Quantitative Trading: How to Build Your Own Algorithmic Trading Business
by Ernest P. Chan
Quick Summary
A practical guide for retail traders on building algorithmic trading systems, covering strategy identification, backtesting with MATLAB and Excel, automated execution, money management, and scaling strategies based on real-world profitability.
Detailed Summary
Ernest P. Chan, a former quantitative researcher at Morgan Stanley and Credit Suisse turned independent trader and consultant, provides a practical, step-by-step guide for retail traders aspiring to build algorithmic trading businesses. The book distinguishes itself from academic treatments by focusing on immediately actionable implementation.
Chan begins by establishing that retail quantitative traders can compete with institutional players by exploiting several structural advantages: freedom from investor relations obligations, ability to trade small and illiquid instruments, flexibility in holding periods, and the absence of bureaucratic constraints on strategy implementation. He then outlines the process of identifying viable strategies, emphasizing the importance of finding ideas through academic journals, textbooks, and financial blogs rather than through pure data mining.
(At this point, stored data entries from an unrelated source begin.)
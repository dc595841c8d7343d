import { Worker } from 'node:worker_threads';
import { parseVehicleTopic, type VehicleTopic } from '@thermargin/shared';
import type { Logger } from '@thermargin/shared/log';
import { type DecodeContext, type Decoded, safeDecode } from './decode.ts';
import { type PackedSamples, unpackSamples } from './sample-pack.ts';
import type { VehicleMapSpec } from './vehicle-readings.ts';

export interface DecodeWorkerData {
  known_vehicles: string[];
  max_payload_bytes: number;
  /** The fleet file's mappings and reference torques; each worker builds its readings from them. */
  vehicle_maps: [string, VehicleMapSpec][];
}
export interface DecodeJob {
  id: number;
  topic: string;
  /** the topic as the receiving thread read it */
  parsed: VehicleTopic | undefined;
  payload: Uint8Array;
  now_ms: number;
}
export interface DecodeResult extends Omit<Decoded, 'samples'> {
  id: number;
  samples: PackedSamples;
}

interface Pending {
  topic: string;
  parsed: VehicleTopic | undefined;
  payload: Buffer;
  now_ms: number;
  resolve: (d: Decoded) => void;
}
interface Slot {
  worker: Worker;
  jobs: Map<number, Pending>;
  /** the worker loaded and said so: one that dies before that is not replaced */
  online: boolean;
}

/**
 * Decoding (JSON.parse, validation) on worker threads, so the thread that speaks MQTT and writes the
 * store spends its time on those. The payload bytes are copied once and transferred; the samples come
 * back packed (sample-pack.ts). A worker that dies hands its jobs back to the main thread, which decodes
 * them itself, and is replaced — unless it died before starting, then the pool decodes inline from
 * there on. Decoding never fails a message: the worst case is the inline path.
 */
export class DecodePool {
  private readonly slots: Slot[] = [];
  private seq = 0;
  private closed = false;
  private readonly data: DecodeWorkerData;

  constructor(
    size: number,
    private readonly ctx: Omit<DecodeContext, 'now_ms'>,
    private readonly log: Logger,
    vehicle_maps: ReadonlyMap<string, VehicleMapSpec> = new Map(),
  ) {
    this.data = {
      known_vehicles: [...ctx.known_vehicles],
      max_payload_bytes: ctx.max_payload_bytes,
      vehicle_maps: [...vehicle_maps],
    };
    for (let i = 0; i < size; i++) this.slots.push(this.spawn());
  }

  /** `parsed`: the topic read already, when the caller has read it. */
  decode(
    topic: string,
    payload: Buffer,
    now_ms: number,
    parsed: VehicleTopic | undefined = parseVehicleTopic(topic),
  ): Promise<Decoded> {
    const slot = this.slots.reduce<Slot | undefined>(
      (best, s) => (!best || s.jobs.size < best.jobs.size ? s : best),
      undefined,
    );
    if (!slot) return Promise.resolve(this.inline({ topic, parsed, payload, now_ms }));
    const id = this.seq++;
    return new Promise((resolve) => {
      slot.jobs.set(id, { topic, parsed, payload, now_ms, resolve });
      const bytes = new Uint8Array(payload); // only this message's bytes, not the socket buffer under it
      const job: DecodeJob = { id, topic, parsed, payload: bytes, now_ms };
      slot.worker.postMessage(job, [bytes.buffer]);
    });
  }

  async close(): Promise<void> {
    this.closed = true;
    await Promise.all(this.slots.map((s) => s.worker.terminate()));
  }

  private inline(job: Omit<Pending, 'resolve'>): Decoded {
    return safeDecode(job.topic, job.payload, { ...this.ctx, now_ms: job.now_ms }, job.parsed);
  }

  private spawn(): Slot {
    const worker = new Worker(new URL('./decode-worker-entry.mjs', import.meta.url), {
      workerData: this.data,
    });
    const slot: Slot = { worker, jobs: new Map(), online: false };
    worker.on('message', (r: DecodeResult | 'ready') => {
      if (r === 'ready') {
        slot.online = true;
        return;
      }
      const job = slot.jobs.get(r.id);
      slot.jobs.delete(r.id);
      job?.resolve({
        samples: unpackSamples(r.samples),
        rejects: r.rejects,
        refused: r.refused,
        tallies: r.tallies,
      });
    });
    worker.on('error', (e) => this.log('decode_worker_error', { error: e.message }));
    worker.on('exit', (code) => {
      for (const job of slot.jobs.values()) job.resolve(this.inline(job));
      slot.jobs.clear();
      const i = this.slots.indexOf(slot);
      if (this.closed || i < 0) return;
      if (slot.online) this.slots[i] = this.spawn();
      else this.slots.splice(i, 1);
      this.log('decode_worker_exit', { code, replaced: slot.online });
    });
    return slot;
  }
}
The backtesting methodology sections are rigorous and practical, covering implementation in both MATLAB and Excel. Chan addresses common pitfalls including look-ahead bias, survivorship bias, data-snooping bias, and the critical distinction between in-sample and out-of-sample performance. The concept of the Sharpe ratio as the primary performance metric is explained, along with its limitations and proper interpretation.
Strategy types are surveyed including mean-reversion strategies (pairs trading, statistical arbitrage), momentum/trend-following strategies, and high-frequency market-making approaches. For each category, Chan discusses the theoretical basis, typical implementation approaches, common pitfalls, and realistic performance expectations. The Kelly criterion for optimal position sizing is explained and modified for practical trading applications.
The execution section covers building automated trading systems using MATLAB and connecting to Interactive Brokers through their API. Chan discusses the tradeoffs between different programming languages and platforms. The money management chapter addresses portfolio-level risk management, including the relationship between leverage, expected returns, and drawdown probability.
The final chapters address scaling a trading operation, including when to add capital to profitable strategies, when to retire degrading strategies, and how to evaluate whether poor recent performance reflects normal variance or fundamental strategy decay.